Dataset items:
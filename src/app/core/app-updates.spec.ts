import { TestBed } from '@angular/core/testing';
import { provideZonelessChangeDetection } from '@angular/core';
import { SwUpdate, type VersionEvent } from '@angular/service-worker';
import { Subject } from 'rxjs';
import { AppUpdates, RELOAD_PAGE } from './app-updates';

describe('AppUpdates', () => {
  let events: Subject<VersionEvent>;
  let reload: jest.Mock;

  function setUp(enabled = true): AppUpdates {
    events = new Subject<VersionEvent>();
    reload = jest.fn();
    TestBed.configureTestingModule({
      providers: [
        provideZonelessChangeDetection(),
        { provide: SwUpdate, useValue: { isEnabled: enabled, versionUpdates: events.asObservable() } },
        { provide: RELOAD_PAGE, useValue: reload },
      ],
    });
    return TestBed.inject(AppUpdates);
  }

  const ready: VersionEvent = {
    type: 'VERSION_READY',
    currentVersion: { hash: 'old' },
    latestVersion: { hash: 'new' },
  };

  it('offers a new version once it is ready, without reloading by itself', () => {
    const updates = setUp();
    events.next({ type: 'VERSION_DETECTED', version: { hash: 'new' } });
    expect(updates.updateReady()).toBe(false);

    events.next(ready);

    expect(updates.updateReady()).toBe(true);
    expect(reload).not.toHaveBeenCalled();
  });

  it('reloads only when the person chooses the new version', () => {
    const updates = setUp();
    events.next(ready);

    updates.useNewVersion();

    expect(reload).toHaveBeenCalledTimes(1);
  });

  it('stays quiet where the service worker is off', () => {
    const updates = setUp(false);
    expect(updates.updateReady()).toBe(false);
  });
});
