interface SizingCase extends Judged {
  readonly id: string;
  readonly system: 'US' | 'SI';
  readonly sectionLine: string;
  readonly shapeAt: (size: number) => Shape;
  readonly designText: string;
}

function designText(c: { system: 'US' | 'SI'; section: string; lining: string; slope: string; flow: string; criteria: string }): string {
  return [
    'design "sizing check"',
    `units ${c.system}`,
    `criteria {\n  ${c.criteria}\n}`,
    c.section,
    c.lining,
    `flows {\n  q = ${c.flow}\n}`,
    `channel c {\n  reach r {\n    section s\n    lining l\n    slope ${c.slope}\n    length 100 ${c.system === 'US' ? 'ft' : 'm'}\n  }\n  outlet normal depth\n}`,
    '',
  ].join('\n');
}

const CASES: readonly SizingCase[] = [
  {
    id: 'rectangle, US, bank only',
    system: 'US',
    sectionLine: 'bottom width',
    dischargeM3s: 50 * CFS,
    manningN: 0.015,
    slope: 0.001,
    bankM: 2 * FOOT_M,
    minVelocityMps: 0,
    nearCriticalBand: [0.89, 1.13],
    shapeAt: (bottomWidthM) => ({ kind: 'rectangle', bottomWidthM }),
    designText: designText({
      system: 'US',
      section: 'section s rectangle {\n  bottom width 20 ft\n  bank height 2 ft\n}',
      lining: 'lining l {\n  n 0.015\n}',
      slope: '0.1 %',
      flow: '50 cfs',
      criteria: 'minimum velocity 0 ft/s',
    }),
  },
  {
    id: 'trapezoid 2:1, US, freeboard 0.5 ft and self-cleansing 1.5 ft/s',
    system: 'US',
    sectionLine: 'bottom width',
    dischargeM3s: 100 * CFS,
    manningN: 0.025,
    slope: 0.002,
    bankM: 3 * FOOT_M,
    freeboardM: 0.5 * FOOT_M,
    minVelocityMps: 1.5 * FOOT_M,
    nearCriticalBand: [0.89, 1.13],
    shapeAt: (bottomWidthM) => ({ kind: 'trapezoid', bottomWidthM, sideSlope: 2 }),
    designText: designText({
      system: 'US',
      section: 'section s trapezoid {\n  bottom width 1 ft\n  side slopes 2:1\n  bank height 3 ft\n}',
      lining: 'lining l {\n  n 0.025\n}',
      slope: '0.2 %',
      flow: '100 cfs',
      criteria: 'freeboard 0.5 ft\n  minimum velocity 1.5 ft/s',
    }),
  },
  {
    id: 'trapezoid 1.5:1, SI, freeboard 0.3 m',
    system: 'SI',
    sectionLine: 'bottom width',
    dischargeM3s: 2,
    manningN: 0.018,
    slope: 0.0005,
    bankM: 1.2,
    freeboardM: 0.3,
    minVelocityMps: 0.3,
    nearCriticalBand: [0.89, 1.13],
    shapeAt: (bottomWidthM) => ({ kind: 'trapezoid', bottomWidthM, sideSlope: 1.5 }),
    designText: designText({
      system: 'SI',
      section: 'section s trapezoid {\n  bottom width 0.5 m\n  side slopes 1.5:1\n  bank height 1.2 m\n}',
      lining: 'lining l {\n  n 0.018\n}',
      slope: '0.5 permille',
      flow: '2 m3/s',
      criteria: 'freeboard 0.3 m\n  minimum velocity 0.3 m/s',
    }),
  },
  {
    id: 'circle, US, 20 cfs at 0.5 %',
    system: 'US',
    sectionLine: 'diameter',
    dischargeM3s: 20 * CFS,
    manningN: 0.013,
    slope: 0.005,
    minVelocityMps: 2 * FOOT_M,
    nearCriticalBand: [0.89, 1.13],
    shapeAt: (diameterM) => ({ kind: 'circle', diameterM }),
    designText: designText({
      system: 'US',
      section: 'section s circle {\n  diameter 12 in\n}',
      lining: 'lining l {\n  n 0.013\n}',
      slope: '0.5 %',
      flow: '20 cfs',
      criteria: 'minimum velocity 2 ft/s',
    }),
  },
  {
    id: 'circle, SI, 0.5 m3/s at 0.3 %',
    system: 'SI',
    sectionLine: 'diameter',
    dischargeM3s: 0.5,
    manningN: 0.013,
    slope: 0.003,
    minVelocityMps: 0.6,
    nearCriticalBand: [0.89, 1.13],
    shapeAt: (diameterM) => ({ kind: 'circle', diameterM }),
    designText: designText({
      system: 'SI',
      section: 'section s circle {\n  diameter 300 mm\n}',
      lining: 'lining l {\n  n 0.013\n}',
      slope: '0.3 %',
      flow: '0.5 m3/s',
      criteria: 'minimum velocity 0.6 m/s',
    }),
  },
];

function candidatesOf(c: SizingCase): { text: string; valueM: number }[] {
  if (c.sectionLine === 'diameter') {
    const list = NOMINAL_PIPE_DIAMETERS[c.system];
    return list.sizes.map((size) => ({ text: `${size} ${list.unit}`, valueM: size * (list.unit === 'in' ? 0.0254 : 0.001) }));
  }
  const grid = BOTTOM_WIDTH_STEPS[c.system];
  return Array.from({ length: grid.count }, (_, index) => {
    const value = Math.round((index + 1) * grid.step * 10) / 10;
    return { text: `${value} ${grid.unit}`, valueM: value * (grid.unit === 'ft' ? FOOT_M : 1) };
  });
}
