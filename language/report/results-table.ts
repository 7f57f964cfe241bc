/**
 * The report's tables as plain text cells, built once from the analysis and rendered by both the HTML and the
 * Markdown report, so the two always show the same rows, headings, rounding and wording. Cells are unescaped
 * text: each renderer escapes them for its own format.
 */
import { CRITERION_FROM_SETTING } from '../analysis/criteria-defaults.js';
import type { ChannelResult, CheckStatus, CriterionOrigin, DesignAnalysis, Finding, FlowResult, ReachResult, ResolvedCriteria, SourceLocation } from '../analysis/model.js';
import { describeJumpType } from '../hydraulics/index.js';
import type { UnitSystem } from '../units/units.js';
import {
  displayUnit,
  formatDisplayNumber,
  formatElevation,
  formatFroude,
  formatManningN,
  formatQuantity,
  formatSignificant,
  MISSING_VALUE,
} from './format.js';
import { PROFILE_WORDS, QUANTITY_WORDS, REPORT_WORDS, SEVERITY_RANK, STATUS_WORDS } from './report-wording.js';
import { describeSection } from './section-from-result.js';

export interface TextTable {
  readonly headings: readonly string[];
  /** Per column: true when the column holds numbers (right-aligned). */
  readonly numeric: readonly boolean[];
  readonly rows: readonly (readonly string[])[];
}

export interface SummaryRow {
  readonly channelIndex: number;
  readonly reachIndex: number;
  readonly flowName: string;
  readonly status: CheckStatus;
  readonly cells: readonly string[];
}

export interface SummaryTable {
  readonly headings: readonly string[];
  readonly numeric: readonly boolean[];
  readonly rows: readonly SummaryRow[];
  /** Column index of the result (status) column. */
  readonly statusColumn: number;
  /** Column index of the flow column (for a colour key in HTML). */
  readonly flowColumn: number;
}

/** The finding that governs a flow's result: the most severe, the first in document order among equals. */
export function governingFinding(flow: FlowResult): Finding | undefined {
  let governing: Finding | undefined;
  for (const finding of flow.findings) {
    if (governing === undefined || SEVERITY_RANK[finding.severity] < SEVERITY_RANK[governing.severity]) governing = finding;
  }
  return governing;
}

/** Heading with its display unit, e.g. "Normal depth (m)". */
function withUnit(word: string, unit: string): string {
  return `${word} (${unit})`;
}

What is being asked: If a line in the entries above has the word "angular", copy it.

Output for this exercise:
import { TestBed } from '@angular/core/testing';
import { provideZonelessChangeDetection } from '@angular/core';
import { SwUpdate, type VersionEvent } from '@angular/service-worker';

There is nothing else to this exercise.